Oggi i figli raccolgono la pesante eredità di Giovambattista: Giancarlo mostra immediatamente il talento per la manualità e l’estro del padre; Peppino, pur mantenendo la vena artistica che si manifesta in tutte le collezioni di gioielli, sviluppa una mentalità più imprenditoriale.

Carolina e Monica, invece, pur avendo sempre respirato il bello artistico, manifestandolo con il disegno di splendidi gioielli, hanno intrapreso gli studi giuridici e supportano così l’attività.

La sfida è in particolare una: continuare e rafforzare il fortunato ‘incontro’ tra l’arte di Giovambattista Spadafora e il pensiero del celebre abate Gioacchino da Fiore.

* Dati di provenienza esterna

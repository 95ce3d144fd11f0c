"""Compaction (ASTM D698/D1557; BS 1377-4:1990 cl. 3.3-3.6): points, maximum, air-voids lines, flags."""

from __future__ import annotations

import math
import random
from typing import Any

import pytest
from hypothesis import given, settings
from hypothesis import strategies as st

from server.engine import calculate, evaluate
from server.engine.compaction import parabola_vertex

VOLUME = 1000.0  # the BS 1377-4 one-litre mould, cm³
MOULD = 4000.0


def _dry(w: float) -> float:
    """A fictional curve that is exactly a parabola: 1.80 Mg/m³ at 15 % water content."""
    return 1.80 - 0.004 * (w - 15.0) ** 2


def _point(w: float, dry: float | None = None) -> dict[str, Any]:
    """A point whose determination gives w exactly: 100 g of dry soil holding w g of water (ASTM D2216
    formula), and whose mould and soil give rho = rho_d (1 + w/100) (BS 1377-4:1990 cl. 3.3.5)."""
    rho_d = _dry(w) if dry is None else dry
    return {
        "mould_soil_g": MOULD + VOLUME * rho_d * (1 + w / 100),
        "determinations": [{"tare_g": 15.0, "wet_tare_g": 115.0 + w, "dry_tare_g": 115.0}],
    }


def _readings(points: list[dict[str, Any]], **extra: Any) -> dict[str, Any]:
    return {"effort": "standard", "mould_volume_cm3": VOLUME, "mould_g": MOULD, "points": points, **extra}


WS = [11.0, 13.0, 15.5, 17.0, 19.0]


def _codes(ev: Any) -> dict[str, str]:
    return {f.code: f.severity for f in ev.flags}


def test_points_typed_in_any_order_are_sorted_by_water_content() -> None:
    typed = [_point(w) for w in (15.5, 19.0, 11.0, 17.0, 13.0)]
    ev = calculate("compaction", _readings(typed))
    points = ev.results["compaction_points"]
    assert [p["water_content"] for p in points] == [pytest.approx(w) for w in WS]  # DESIGN.md section 8
    assert [p["dry_density_mg_m3"] for p in points] == [pytest.approx(_dry(w)) for w in WS]
    assert set(points[0]) == {"water_content", "dry_density_mg_m3"}


def test_the_maximum_is_the_vertex_of_the_parabola_through_the_peak_and_its_neighbours() -> None:
    # hand-worked: the points lie on rho_d = 1.80 - 0.004 (w - 15)^2, so the parabola through 13, 15.5 and
    # 17 % is that curve and its vertex is 1.80 Mg/m³ at 15 % (DESIGN.md section 8 convention)
    ev = calculate("compaction", _readings([_point(w) for w in WS]))
    assert ev.results["maximum_dry_density_mg_m3"] == pytest.approx(1.80, abs=1e-9)
    assert ev.results["optimum_water_content"] == pytest.approx(15.0, abs=1e-9)
    assert ev.flags == []


def test_the_vertex_formula_against_a_hand_worked_parabola() -> None:
    # y = -2 x^2 + 8 x + 1 through x = 0, 1, 3 (y = 1, 7, 7): vertex at x = 2, y = 9 (by hand)
    assert parabola_vertex([0.0, 1.0, 3.0], [1.0, 7.0, 7.0]) == (pytest.approx(2.0), pytest.approx(9.0))
    assert parabola_vertex([0.0, 1.0, 2.0], [1.0, 2.0, 3.0]) is None  # collinear: no vertex


@pytest.mark.parametrize(
    ("ws", "end"), [([15.0, 17.0, 19.0, 21.0], "driest"), ([9.0, 11.0, 13.0, 15.0], "wettest")]
)
def test_a_peak_at_the_driest_or_wettest_point_is_flagged_and_no_maximum_is_claimed(
    ws: list[float], end: str
) -> None:
    ev = calculate("compaction", _readings([_point(w) for w in ws]))
    assert _codes(ev)["peak-not-bracketed"] == "error"
    assert end in next(f.message for f in ev.flags if f.code == "peak-not-bracketed")
    assert "maximum_dry_density_mg_m3" not in ev.results and "optimum_water_content" not in ev.results
    assert len(ev.results["compaction_points"]) == 4


def test_a_peak_sharing_its_water_content_with_a_neighbour_makes_no_parabola_and_no_maximum() -> None:
    points = [_point(11.0), _point(15.0), _point(15.0, dry=1.79), _point(17.0), _point(19.0)]
    ev = calculate("compaction", _readings(points))
    assert _codes(ev) == {"peak-points-same-water-content": "error"}
    assert "maximum_dry_density_mg_m3" not in ev.results


def test_fewer_than_five_points_are_a_warning_and_fewer_than_three_are_missing() -> None:
    # BS 1377-4:1990 cl. 3.3 asks for at least five points; ASTM D698-12 at least four, preferably five
    # (both from memory); three still make a parabola
    ev = calculate("compaction", _readings([_point(w) for w in (13.0, 15.5, 17.0)]))
    assert _codes(ev) == {"few-compaction-points": "warning"}
    assert ev.results["maximum_dry_density_mg_m3"] == pytest.approx(1.80, abs=1e-9)
    (error,) = evaluate("compaction", _readings([_point(13.0), _point(15.5)])).errors
    assert (error.loc, error.kind) == (("readings", "points"), "missing")


def test_zero_air_voids_and_the_air_voids_lines() -> None:
    # hand-worked from BS 1377-4:1990 cl. 3.3.5 (from memory), rho_d = (1 - Va/100) / (1/rho_s + w/100),
    # rho_w = 1.00: at w = 15 %, rho_s = 2.70: 1 / (0.370370 + 0.15) = 1.921708 (0 %), 1.825623 (5 %)
    ev = calculate(
        "compaction",
        _readings([_point(w) for w in (11.0, 13.0, 15.0, 17.0, 19.0)], particle_density_mg_m3=2.70),
    )
    zav = ev.results["zero_air_voids"]
    assert len(zav) == 5 and zav[2] == pytest.approx(1.921708, abs=1e-6)
    lines = ev.results["air_voids_lines"]
    assert set(lines) == {"0", "5", "10"}
    for line in lines.values():
        assert len(line) == 11
        assert line[0]["water_content"] == pytest.approx(11.0) and line[-1]["water_content"] == pytest.approx(
            19.0
        )
    middle = {va: lines[va][5] for va in lines}  # 15 %, the middle of 11 to 19 %
    assert middle["0"]["dry_density_mg_m3"] == pytest.approx(1.921708, abs=1e-6)
    assert middle["5"]["dry_density_mg_m3"] == pytest.approx(1.825623, abs=1e-6)
    assert middle["10"]["dry_density_mg_m3"] == pytest.approx(0.9 * 1.921708, abs=1e-6)
    assert ev.flags == []


def test_without_a_particle_density_there_are_no_air_voids_results() -> None:
    ev = calculate("compaction", _readings([_point(w) for w in WS]))
    assert "zero_air_voids" not in ev.results and "air_voids_lines" not in ev.results


def test_a_point_above_the_zero_air_voids_line_is_a_warning() -> None:
    # at 19 % and rho_s 2.65 the saturation line is 1 / (1/2.65 + 0.19) = 1.764 Mg/m³ (hand-worked, as above)
    points = [_point(w) for w in WS[:-1]] + [_point(19.0, dry=1.78)]
    ev = calculate("compaction", _readings(points, particle_density_mg_m3=2.65))
    assert _codes(ev) == {"point-above-zero-air-voids": "warning"}
    assert "19.0 %" in ev.flags[0].message


def test_the_maximum_carries_an_uncertainty_that_monte_carlo_confirms() -> None:
    # JCGM 100:2008 cl. 5.1.2 (first order) against JCGM 101:2008 (propagation of distributions), drawn
    # here with the same input uncertainties: the water content's from its masses, the bulk density's from
    # the two weighings over the volume (default balance: u = sqrt(0.01^2/12 + 0.005^2) g)
    ev = calculate("compaction", _readings([_point(w) for w in WS]))
    unc = ev.results["uncertainty"]
    u_m = math.sqrt(0.01**2 / 12 + 0.005**2)
    rng = random.Random(1557)
    xs, ys = [], []
    three = (13.0, 15.5, 17.0)
    for _ in range(20000):
        w_s, d_s = [], []
        for w in three:
            # w = 100 (wet - dry) / (dry - tare) with wet, dry and tare each drawn about their readings
            tare, wet, dry = (rng.gauss(v, u_m) for v in (15.0, 115.0 + w, 115.0))
            w_i = 100 * (wet - dry) / (dry - tare)
            rho = _dry(w) * (1 + w / 100) + rng.gauss(0.0, math.sqrt(2) * u_m / VOLUME)
            w_s.append(w_i)
            d_s.append(rho / (1 + w_i / 100))
        vertex = parabola_vertex(w_s, d_s)
        assert vertex is not None
        xs.append(vertex[0])
        ys.append(vertex[1])

    def sd(values: list[float]) -> float:
        m = sum(values) / len(values)
        return math.sqrt(sum((v - m) ** 2 for v in values) / (len(values) - 1))

    assert unc["optimum_water_content"]["u"] == pytest.approx(sd(xs), rel=0.05)
    assert unc["maximum_dry_density_mg_m3"]["u"] == pytest.approx(sd(ys), rel=0.05)
    assert unc["maximum_dry_density_mg_m3"]["k"] == 2.0


@pytest.mark.parametrize(
    ("change", "loc", "kind"),
    [
        ({"mould_volume_cm3": 0}, ("mould_volume_cm3",), "invalid"),
        ({"mould_volume_cm3": -944.0}, ("mould_volume_cm3",), "invalid"),
        ({"mould_g": None}, ("mould_g",), "missing"),
        ({"effort": "heavy"}, ("effort",), "invalid"),
        ({"particle_density_mg_m3": 1.0}, ("particle_density_mg_m3",), "invalid"),
    ],
)
def test_impossible_moulds_and_efforts_are_refused_at_their_field(
    change: dict[str, Any], loc: tuple[Any, ...], kind: str
) -> None:
    (error,) = evaluate("compaction", _readings([_point(w) for w in WS], **change)).errors
    assert (error.loc, error.kind) == (("readings", *loc), kind)


def test_a_point_lighter_than_the_mould_or_with_a_bad_determination_is_refused_at_its_field() -> None:
    points = [_point(w) for w in WS]
    points[1] = {**points[1], "mould_soil_g": 3990.0}
    points[3] = {**points[3], "determinations": [{"tare_g": 15.0, "wet_tare_g": 110.0, "dry_tare_g": 115.0}]}
    ev = evaluate("compaction", _readings(points))
    assert [e.loc for e in ev.errors] == [
        ("readings", "points", 1, "mould_soil_g"),
        ("readings", "points", 3, "determinations", 0, "dry_tare_g"),  # dry above wet (ASTM D2216)
    ]
    assert "not above the mould" in ev.errors[0].message
    assert "maximum_dry_density_mg_m3" not in ev.results
    assert len(ev.results["compaction_points"]) == 3  # the good points, for the chart while typing
    typed = ev.results["compaction_point_results"]  # in the order typed, beside each point's row
    assert typed[1] is None and typed[3] is None
    by_water = sorted((p for p in typed if p), key=lambda p: p["water_content"])
    assert by_water == ev.results["compaction_points"]


@settings(max_examples=50, deadline=None)
@given(st.permutations(WS))
def test_the_result_does_not_depend_on_the_order_the_points_are_typed(order: list[float]) -> None:
    # DESIGN.md section 8: points are taken in order of water content whatever order they are typed in
    ev = calculate("compaction", _readings([_point(w) for w in order], particle_density_mg_m3=2.70))
    assert ev.results["maximum_dry_density_mg_m3"] == pytest.approx(1.80, abs=1e-9)
    assert ev.results["zero_air_voids"][0] == pytest.approx(1 / (1 / 2.70 + 0.11))  # the driest point first
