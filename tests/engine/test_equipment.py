"""Equipment past its calibration due date is flagged for every method, not refused."""

from __future__ import annotations

import pytest

from server.engine import calculate, evaluate

VANE = {"diameter_mm": 12.7, "height_mm": 12.7, "undisturbed": {"torque_nm": 0.0142}}


@pytest.mark.parametrize(
    "method, readings",
    [
        ("vane", VANE),
        ("water-content", {"determinations": [{"tare_g": 10.0, "wet_tare_g": 36.0, "dry_tare_g": 30.0}]}),
    ],
)
def test_any_method_flags_equipment_used_after_its_due_date(method: str, readings: dict[str, object]) -> None:
    late = {
        **readings,
        "tested_on": "2026-12-01",
        "equipment": [{"id": "BAL-02", "calibration_due": "2026-11-30"}],
    }
    flags = calculate(method, late).flags
    assert [(f.code, f.severity) for f in flags if f.code.startswith("equipment")] == [
        ("equipment-calibration-expired", "error")
    ]
    assert "BAL-02" in flags[-1].message or any("BAL-02" in f.message for f in flags)


def test_equipment_is_in_calibration_up_to_and_including_its_due_date() -> None:
    # common practice: a certificate is "valid until" its due date
    on_the_day = {
        **VANE,
        "tested_on": "2026-11-30",
        "equipment": [{"id": "V-1", "calibration_due": "2026-11-30"}],
    }
    assert not [f for f in calculate("vane", on_the_day).flags if f.code.startswith("equipment")]


@pytest.mark.parametrize("bad", ["30/11/2026", 20261130, "2026-13-01"])
def test_refuses_a_date_not_written_as_an_iso_date(bad: object) -> None:
    ev = evaluate("vane", {**VANE, "tested_on": bad})
    assert [e.loc for e in ev.errors] == [("readings", "tested_on")]
    assert "YYYY-MM-DD" in ev.errors[0].message
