def _job_form_page(request: Request, job: Job | None, form: dict[str, Any], **extra: Any) -> Response:
    with database(request).session() as s:
        clients = {str(c.id): c.name for c in s.exec(select(Client).order_by(col(Client.name)))}
    return render(
        request,
        "pages/job_form.html",
        status_code=extra.get("status_code", 200),
        job=job,
        clients=clients,
        standards=STANDARDS,
        form=form,
        errors=extra.get("errors", {}),
        problem=extra.get("problem"),
    )


def _job_form_of(job: Job) -> dict[str, Any]:
    form: dict[str, Any] = job.model_dump()
    form["received_on"] = job.received_at.date().isoformat()
    form["due_date"] = job.due_date.isoformat() if job.due_date else ""
    return form


@router.get("/jobs/new")
def new_job_page(request: Request, user: Checker, client: int | None = None) -> Response:
    form: dict[str, Any] = dict.fromkeys(JOB_FIELDS, "")
    form |= {"standards": "astm", "client_id": client or ""}
    return _job_form_page(request, None, form)


def _form_job(client_id: str, **values: str) -> jobs.JobForm:
    return jobs.JobForm(int(client_id) if client_id.isdigit() and len(client_id) < 10 else 0, **values)
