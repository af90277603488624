"""Progress bars only on a terminal and without --quiet; logging to a file."""

from __future__ import annotations

import io
import logging
import time
import warnings

from perfcheck import progress


class Terminal(io.StringIO):
    def isatty(self) -> bool:
        return True


def test_no_bar_without_terminal_or_with_quiet():
    assert not progress.bars_enabled(False, io.StringIO())  # cron: stderr is not a terminal
    assert not progress.bars_enabled(True, Terminal())  # --quiet
    assert progress.bars_enabled(False, Terminal())
    out = io.StringIO()
    with progress.Bar("ingest", 3, enabled=False, stream=out) as b:
        b.step("a.csv")
    assert out.getvalue() == ""


def test_bar_on_terminal():
    out = Terminal()
    with progress.Bar("ingest", 2, enabled=True, stream=out, width=4) as b:
        b.step("a.csv")
        b.step("b.csv")
    text = out.getvalue()
    assert "\ringest [##..] 1/2 a.csv" in text and "\ringest [####] 2/2 b.csv" in text
    assert text.endswith("\r")  # the line is cleared at the end


def test_logging_to_file(tmp_path):
    log = progress.setup_logging(tmp_path / "logs" / "job.log")
    logging.getLogger("perfcheck.monthly").info("hello %s", "file")
    for h in log.handlers:
        h.flush()
    assert "INFO perfcheck.monthly: hello file" in (tmp_path / "logs" / "job.log").read_text()
    progress.setup_logging(None)  # handlers replaced, the file closed


def test_stage_draws_on_a_terminal_and_logs_one_line(tmp_path):
    progress.setup_logging(tmp_path / "job.log")
    out = Terminal()
    with progress.Stage("check: metrics", enabled=True, stream=out, delay_s=0.0, every_s=0.01):
        time.sleep(0.1)
    text = out.getvalue()
    assert "\rcheck: metrics ... 0 s " in text and text.endswith("\r")  # drawn, then cleared
    quiet = io.StringIO()
    with progress.Stage("report", enabled=False, stream=quiet, delay_s=0.0):
        time.sleep(0.05)
    assert quiet.getvalue() == ""  # not a terminal: nothing drawn
    for h in logging.getLogger("perfcheck").handlers:
        h.flush()
    lines = (tmp_path / "job.log").read_text().splitlines()
    assert [line.split(" INFO ")[1].split(" done in ")[0] for line in lines] == [
        "perfcheck.progress: check: metrics:", "perfcheck.progress: report:"]
    progress.setup_logging(None)


def test_warnings_in_the_block_are_logged_not_printed(tmp_path, capsys):
    progress.setup_logging(tmp_path / "job.log")
    with progress.warnings_to_log():
        warnings.warn("an invented warning", RuntimeWarning, stacklevel=1)
    assert capsys.readouterr().err == ""
    for h in logging.getLogger("perfcheck").handlers:
        h.flush()
    assert "WARNING perfcheck.warnings: RuntimeWarning: an invented warning" in (
        tmp_path / "job.log").read_text()
    progress.setup_logging(None)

Dall’inedito contatto tra profezia e arte orafa, sono diventate d’oro e d’argento le splendide tavole del “Liber Figurarum” dell’abate Gioacchino che Dante celebra nel suo Paradiso come ‘il calabrese Abate Gioacchino di spirito profetico dotato”.
Nella puntata di sabato di “E venne il giorno della Calabria” vedremo per la prima volta una parte dei gioielli del Museo degli ori. E con l’architetto Pasquale Lopetrone racconteremo la storia di questi bellissimi gioielli.